DELETE FROM tiger_data.custom_zip_lookup_base_custom
WHERE zip IN(SELECT zip FROM tiger.zip_lookup_base WHERE tableoid::regclass::text != 'tiger_data.custom_zip_lookup_base_custom');

and then retest. Hopefully that should get rid of all the ones that are unlikely.

comment:8 by turova, 3 years ago

@robe, that did get rid of ~580 rows, but the top 4 results are still the 4 variations of correct/incorrect city and zip.

comment:9 by robe, 3 years ago

hmm which one are you testing with? After I ran the delete and tried this:

 SELECT ST_X(ST_SnapToGrid(g.geomout, 0.00001)) As longitude, ST_Y(ST_SnapToGrid(g.geomout, 0.00001)) As latitude,addy FROM geocode('1 Main St, Hanover, MA',1) as g;

outputs

-70.84508000000001	42.117270000000005	(1,,Main,St,,,Hanover,MA,02339,t,,)
 SELECT ST_X(ST_SnapToGrid(g.geomout, 0.00001)) As longitude, ST_Y(ST_SnapToGrid(g.geomout, 0.00001)) As latitude,addy FROM geocode('1 Main St, Hanover, MA 02339',1) as g;

outputs:

-70.84508000000001	42.117270000000005	(1,,Main,St,,,Hanover,MA,02339,t,,)

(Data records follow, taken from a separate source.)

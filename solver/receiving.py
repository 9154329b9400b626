"""Parameters of the receiver, and of the ensemble that is computed.

Each is defined once, here: the API schema, the page's form, the study file of the command line and
the attributes of the result file are read from these models.
"""

import math
from typing import Literal, Self

from pydantic import model_validator

from solver.quantity import Contradiction, Stage, quantity

Fibres = Literal["frozen", "drawn"]
Precision = Literal["single", "double"]
GridChoice = Literal["given", "automatic"]
FilterShape = Literal["none", "gaussian", "bessel4", "butterworth4"]


class Receiver(Stage):
    """Polarization demultiplexer and square-law detection."""

    extinction_db: float | None = quantity(
        None,
        "Demultiplexer extinction",
        "Power of the unwanted component in each arm; empty for ideal.",
        unit="dB",
        low=-100.0,
        high=-3.0,
    )
    filter: FilterShape = quantity(
        "none",
        "Electrical low-pass",
        "Response of photodiode and digitizer together; none for an ideal receiver.",
    )
    bandwidth_ghz: float = quantity(
        33.0,
        "Bandwidth",
        "Frequency at which the electrical power transfer |H|² is one half.",
        unit="GHz",
        low=0.01,
        high=1000.0,
        when={"filter": ["gaussian", "bessel4", "butterworth4"]},
    )
    digitizer_filter: FilterShape = quantity(
        "none", "Digitizer low-pass", "Response of the digitizer's input, after the photodiode's."
    )
    digitizer_bandwidth_ghz: float = quantity(
        33.0,
        "Digitizer bandwidth",
        "Frequency at which its power transfer |H|² is one half.",
        unit="GHz",
        low=0.01,
        high=1000.0,
        when={"digitizer_filter": ["gaussian", "bessel4", "butterworth4"]},
    )
    responsivity_a_per_w: float = quantity(
        0.8, "Responsivity", "Photocurrent per optical power.", unit="A/W", low=1e-3, high=10.0
    )
    shot_noise: Literal["off", "on"] = quantity(
        "off", "Shot noise", "Shot noise of the photocurrent, before the low-pass."
    )
    thermal_pa_per_sqrt_hz: float = quantity(
        0.0,
        "Thermal noise",
        "Input-referred noise current density of the diode's amplifier, one-sided.",
        unit="pA/√Hz",
        low=0.0,
        high=1e6,
    )
    received_mw: float | None = quantity(
        None,
        "Power on the diodes",
        "Mean power on both photodiodes together, set by an attenuator before them; empty for "
        "what arrives. Fixes how large the receiver's noise is against the signal.",
        unit="mW",
        low=1e-6,
        high=1e3,
    )
    sampling_gsps: float | None = quantity(
        None,
        "Sampling rate",
        "Samples per ns of the digitizer, the nearest power of two of time steps apart; empty for "
        "every time step.",
        unit="GS/s",
        low=0.01,
        high=10_000.0,
    )
    effective_bits: float | None = quantity(
        None,
        "Effective bits",
        "Effective number of bits over a full scale of eight times the mean power; "
        "empty for no quantization.",
        low=1.0,
        high=24.0,
    )
    noise_correction: Literal["off", "on"] = quantity(
        "off",
        "Noise correction",
        "Take the known variance of the receiver's noise off the variances of the intensities.",
    )
    analyser_ghz: float | None = quantity(
        None,
        "Analyser resolution",
        "Resolution bandwidth of the optical spectrum analyser, full width at half maximum; empty "
        "for the grid's own.",
        unit="GHz",
        low=0.01,
        high=1000.0,
    )

    def decimation(self, time_step_ps: float) -> int:
        """Time steps from one sample of the digitizer to the next, a power of two."""
        if self.sampling_gsps is None:
            return 1
        return 1 << max(0, round(math.log2(1e3 / self.sampling_gsps / time_step_ps)))


class Ensemble(Stage):
    """Grid, draws and estimators."""

    grid: GridChoice = quantity(
        "given",
        "Grid",
        "Window and samples as given, or chosen for the whole study from its power, source, "
        "dispersion, delays and receiver.",
    )
    window_ps: float = quantity(
        8192.0, "Window", "Periodic time window.", unit="ps", low=1.0, high=1e7
    )
    samples: int = quantity(
        4096,
        "Samples",
        "Samples in the window, a power of two.",
        low=256,
        high=2**22,
    )
    standard_error_target: float = quantity(
        0.01,
        "Standard error target",
        "Realizations are added to each point until the standard error of C12(0) is this small.",
        low=1e-5,
        high=0.5,
    )
    min_realizations: int = quantity(
        16,
        "Fewest realizations",
        "Realizations before the target is looked at.",
        low=4,
        high=100_000,
    )
    max_realizations: int = quantity(
        256,
        "Most realizations",
        "Cap for each point; a point that stops here says so.",
        low=4,
        high=1_000_000,
    )
    seed: int = quantity(20, "Seed", "Fixes every random draw.", low=0, high=2**53 - 1)
    precision: Precision = quantity(
        "single", "Precision", "Arithmetic of the ensemble; single is enough for statistics."
    )
    field_tolerance: float = quantity(
        0.05,
        "Field tolerance",
        "Relative L2 error of the field allowed in the ensemble. Steps are also short enough to "
        "keep the bias of C12(0) under a tenth of the standard error target.",
        low=1e-9,
        high=0.3,
    )
    fibres: Fibres = quantity(
        "frozen",
        "Fibres",
        "With polarization-mode dispersion: one frozen fibre for all realizations, or another one "
        "drawn for each. The closed form then is the mean over up to 64 of them.",
    )
    distances: int = quantity(
        16,
        "Distances",
        "Equal parts of the line at whose ends C12(0) is recorded.",
        low=1,
        high=128,
    )
    max_lag_ps: float = quantity(
        400.0, "Longest lag", "Correlations are kept up to this lag.", unit="ps", low=1.0, high=1e5
    )
    wall_smoothing_ps: float = quantity(
        8.0,
        "Wall smoothing",
        "Width of the running mean of S0 and S1 before walls are counted as sign changes.",
        unit="ps",
        low=0.0,
        high=1e4,
    )

    @model_validator(mode="after")
    def _consistent(self) -> Self:
        if self.samples & (self.samples - 1):
            near = 2 ** round(math.log2(self.samples))
            raise Contradiction("samples", f"samples must be a power of two: {near} is the nearest")
        if self.max_realizations < self.min_realizations:
            raise Contradiction(
                "max_realizations",
                f"max_realizations must be at least min_realizations, {self.min_realizations}",
            )
        if self.grid == "given" and self.max_lag_ps > self.window_ps / 2:
            raise Contradiction(
                "max_lag_ps",
                f"max_lag_ps must be at most half the window, {self.window_ps / 2:g} ps",
            )
        if self.precision == "single" and self.field_tolerance < 1e-3:
            raise Contradiction(
                "field_tolerance",
                "single precision cannot resolve a field tolerance below 1e-3: "
                "choose double or loosen the tolerance",
            )
        return self

    @property
    def time_step_ps(self) -> float:
        """Time between samples, ps."""
        return self.window_ps / self.samples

comment:10 by robe, 3 years ago

Try replacing your geocode_address with this one - make sure to prefix with tiger.

[ba2f659c001142687caf05a3999501ecd37e307a/git]

With the above patch, my results for:

SELECT rating, ST_X(g.geomout), ST_Y(g.geomout), addy from geocode('1 Main st, Hanover, MA', 100) as g;

Look like:

3	-70.84508298309264	42.11726584896208	(1,,Main,St,,,Hanover,MA,02339,t,,)
9	-70.84437177401415	42.15834177639816	(1,,Main,St,,,Norwell,MA,02061,t,,)
10	-72.23530265382281	42.260596267836945	(1,E,Main,St,,,Ware,MA,01082,t,,)
11	-72.79730604439531	42.43541221562752	(1,S,Main,St,,,Goshen,MA,01096,t,,)
12	-72.87424511880401	42.500985260983285	(1,E,Main,St,,,Plainfield,MA,01070,t,,)
14	-72.40080978104714	42.276919680561925	(1,S,Main,St,,,Belchertown,MA,01007,t,,)
14	-72.65981893720061	42.328655966035754	(1,S,Main,St,,,Northampton,MA,01062,t,,)
14	-72.40355779373047	42.27997542236744	(1,N,Main,St,,,Belchertown,MA,01007,t,,)
14	-72.3321618003692	42.18801537873117	(1,S,Main,St,,,"Palmer Town",MA,01079,t,,)
15	-72.59183570986102	42.214047537431945	(1,S,Main,St,,,"South Hadley",MA,01075,t,,)
15	-72.73052592739397	42.39331433997838	(1,N,Main,St,,,Williamsburg,MA,01096,t,,)
15	-72.59865296286365	42.215393856763214	(1,N,Main,St,,,"South Hadley",MA,01075,t,,)
21	-70.75985323124343	42.16990860652304	(,,Main,St,,,Scituate,MA,02061,t,,)

comment:11 by pramsey, 3 years ago

Milestone: PostGIS 3.1.1PostGIS 3.1.2

comment:12 by Regina Obe <lr@…>, 3 years ago

Resolution: fixed
Status: newclosed

In 3b6b318/git:

Better answers when no zip is provided. Closes #4826 for PostGIS 3.1.2

Note: See TracTickets for help on using tickets.